Stored items
####################

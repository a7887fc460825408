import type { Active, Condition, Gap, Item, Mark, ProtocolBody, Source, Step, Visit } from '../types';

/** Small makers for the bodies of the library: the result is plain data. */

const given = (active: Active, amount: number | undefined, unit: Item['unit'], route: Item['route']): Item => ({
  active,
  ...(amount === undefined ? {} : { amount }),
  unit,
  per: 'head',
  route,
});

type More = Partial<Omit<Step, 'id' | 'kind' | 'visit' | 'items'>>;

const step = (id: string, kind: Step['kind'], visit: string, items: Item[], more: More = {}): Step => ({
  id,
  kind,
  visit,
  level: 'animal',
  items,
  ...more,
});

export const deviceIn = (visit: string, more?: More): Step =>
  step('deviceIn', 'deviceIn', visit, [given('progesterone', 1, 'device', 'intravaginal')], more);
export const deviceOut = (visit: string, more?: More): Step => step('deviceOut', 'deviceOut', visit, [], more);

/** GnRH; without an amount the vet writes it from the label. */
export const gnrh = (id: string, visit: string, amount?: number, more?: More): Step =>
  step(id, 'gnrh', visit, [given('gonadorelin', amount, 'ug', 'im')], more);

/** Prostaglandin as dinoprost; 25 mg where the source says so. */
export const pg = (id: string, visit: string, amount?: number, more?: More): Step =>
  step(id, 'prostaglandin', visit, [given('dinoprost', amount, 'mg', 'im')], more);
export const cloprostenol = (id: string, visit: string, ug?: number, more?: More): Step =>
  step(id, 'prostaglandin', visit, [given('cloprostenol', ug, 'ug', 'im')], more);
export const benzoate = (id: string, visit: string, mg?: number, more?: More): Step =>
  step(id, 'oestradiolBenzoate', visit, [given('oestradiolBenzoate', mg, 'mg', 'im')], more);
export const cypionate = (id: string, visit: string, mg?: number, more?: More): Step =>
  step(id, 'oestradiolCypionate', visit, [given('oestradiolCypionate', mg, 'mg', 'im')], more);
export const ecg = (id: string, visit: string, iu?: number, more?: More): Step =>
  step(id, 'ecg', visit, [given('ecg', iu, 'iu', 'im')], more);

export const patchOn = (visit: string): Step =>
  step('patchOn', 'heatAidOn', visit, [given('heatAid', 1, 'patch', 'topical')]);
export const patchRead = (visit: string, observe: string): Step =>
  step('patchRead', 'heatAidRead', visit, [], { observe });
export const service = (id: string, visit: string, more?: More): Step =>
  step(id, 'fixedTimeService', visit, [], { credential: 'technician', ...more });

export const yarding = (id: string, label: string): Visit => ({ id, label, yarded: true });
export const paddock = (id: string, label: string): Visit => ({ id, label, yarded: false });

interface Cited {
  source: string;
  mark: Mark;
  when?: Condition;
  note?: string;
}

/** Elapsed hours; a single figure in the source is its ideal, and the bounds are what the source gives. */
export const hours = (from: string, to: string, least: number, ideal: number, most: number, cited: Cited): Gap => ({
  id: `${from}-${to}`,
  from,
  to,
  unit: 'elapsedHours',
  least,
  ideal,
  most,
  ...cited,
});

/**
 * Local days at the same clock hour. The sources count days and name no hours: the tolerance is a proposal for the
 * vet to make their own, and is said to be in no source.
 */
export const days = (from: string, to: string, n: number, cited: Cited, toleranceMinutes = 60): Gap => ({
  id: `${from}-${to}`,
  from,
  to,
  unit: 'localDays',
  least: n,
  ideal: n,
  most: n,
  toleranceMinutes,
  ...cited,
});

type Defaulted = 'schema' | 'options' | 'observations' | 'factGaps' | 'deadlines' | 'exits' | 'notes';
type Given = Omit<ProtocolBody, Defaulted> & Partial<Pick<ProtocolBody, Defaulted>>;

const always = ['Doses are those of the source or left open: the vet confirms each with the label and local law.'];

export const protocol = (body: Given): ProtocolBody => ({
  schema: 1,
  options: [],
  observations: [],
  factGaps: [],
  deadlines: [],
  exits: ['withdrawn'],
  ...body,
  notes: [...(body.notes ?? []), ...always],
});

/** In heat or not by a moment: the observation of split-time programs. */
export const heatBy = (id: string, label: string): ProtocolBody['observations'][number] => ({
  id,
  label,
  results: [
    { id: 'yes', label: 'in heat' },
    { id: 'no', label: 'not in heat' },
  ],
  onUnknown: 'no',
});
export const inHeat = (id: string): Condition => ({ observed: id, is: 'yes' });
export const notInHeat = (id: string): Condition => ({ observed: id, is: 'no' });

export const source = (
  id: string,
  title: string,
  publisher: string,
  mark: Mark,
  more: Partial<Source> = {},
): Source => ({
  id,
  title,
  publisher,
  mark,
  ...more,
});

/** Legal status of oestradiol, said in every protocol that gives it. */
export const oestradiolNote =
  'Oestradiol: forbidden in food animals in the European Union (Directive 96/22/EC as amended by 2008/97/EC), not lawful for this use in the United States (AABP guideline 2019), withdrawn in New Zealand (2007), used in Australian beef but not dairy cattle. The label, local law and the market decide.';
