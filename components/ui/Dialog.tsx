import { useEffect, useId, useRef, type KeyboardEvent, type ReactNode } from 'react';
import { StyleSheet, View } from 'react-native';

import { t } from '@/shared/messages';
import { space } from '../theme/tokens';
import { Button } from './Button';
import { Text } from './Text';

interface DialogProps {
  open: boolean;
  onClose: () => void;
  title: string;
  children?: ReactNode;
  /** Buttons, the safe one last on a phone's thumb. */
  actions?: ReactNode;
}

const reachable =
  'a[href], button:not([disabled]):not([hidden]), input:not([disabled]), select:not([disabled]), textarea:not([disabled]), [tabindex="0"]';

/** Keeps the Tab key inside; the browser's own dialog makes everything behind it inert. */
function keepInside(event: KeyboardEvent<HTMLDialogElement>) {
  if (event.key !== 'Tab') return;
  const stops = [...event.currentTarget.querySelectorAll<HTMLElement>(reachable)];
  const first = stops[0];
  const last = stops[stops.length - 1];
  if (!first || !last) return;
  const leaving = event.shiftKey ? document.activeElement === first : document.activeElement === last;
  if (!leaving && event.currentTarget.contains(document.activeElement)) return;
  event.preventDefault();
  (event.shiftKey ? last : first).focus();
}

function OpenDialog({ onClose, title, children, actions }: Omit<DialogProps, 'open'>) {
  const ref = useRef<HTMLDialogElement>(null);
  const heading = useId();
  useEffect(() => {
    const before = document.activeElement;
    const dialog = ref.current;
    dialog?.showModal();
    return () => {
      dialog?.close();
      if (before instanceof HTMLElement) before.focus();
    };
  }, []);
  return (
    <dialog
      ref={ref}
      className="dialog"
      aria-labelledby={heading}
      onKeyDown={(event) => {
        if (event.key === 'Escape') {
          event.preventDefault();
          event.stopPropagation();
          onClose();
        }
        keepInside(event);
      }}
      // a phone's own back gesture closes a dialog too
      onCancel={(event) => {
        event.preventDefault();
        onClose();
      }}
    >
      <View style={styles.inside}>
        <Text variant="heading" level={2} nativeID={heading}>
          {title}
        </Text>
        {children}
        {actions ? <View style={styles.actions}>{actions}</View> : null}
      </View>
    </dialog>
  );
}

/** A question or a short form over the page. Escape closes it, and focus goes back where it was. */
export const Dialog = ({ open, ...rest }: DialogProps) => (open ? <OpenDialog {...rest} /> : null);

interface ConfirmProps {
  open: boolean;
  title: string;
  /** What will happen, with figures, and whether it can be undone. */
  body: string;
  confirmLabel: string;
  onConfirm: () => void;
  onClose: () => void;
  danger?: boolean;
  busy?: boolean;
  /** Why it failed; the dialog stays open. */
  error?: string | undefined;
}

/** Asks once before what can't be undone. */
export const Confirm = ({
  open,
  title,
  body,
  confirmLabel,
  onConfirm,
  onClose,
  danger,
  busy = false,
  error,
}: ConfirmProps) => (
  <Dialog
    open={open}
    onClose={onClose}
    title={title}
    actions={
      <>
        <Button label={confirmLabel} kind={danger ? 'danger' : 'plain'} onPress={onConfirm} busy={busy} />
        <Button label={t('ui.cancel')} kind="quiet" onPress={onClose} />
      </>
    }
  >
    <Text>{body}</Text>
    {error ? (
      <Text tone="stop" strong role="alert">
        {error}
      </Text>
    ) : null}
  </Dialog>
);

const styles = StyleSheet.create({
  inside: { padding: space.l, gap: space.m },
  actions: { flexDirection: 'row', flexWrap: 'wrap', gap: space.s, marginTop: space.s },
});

####################

* Task statement *
Wherever a line in the records contains the word "leaving", copy that line.

* Answer for this exercise *
  const leaving = event.shiftKey ? document.activeElement === first : document.activeElement === last;
  if (!leaving && event.currentTarget.contains(document.activeElement)) return;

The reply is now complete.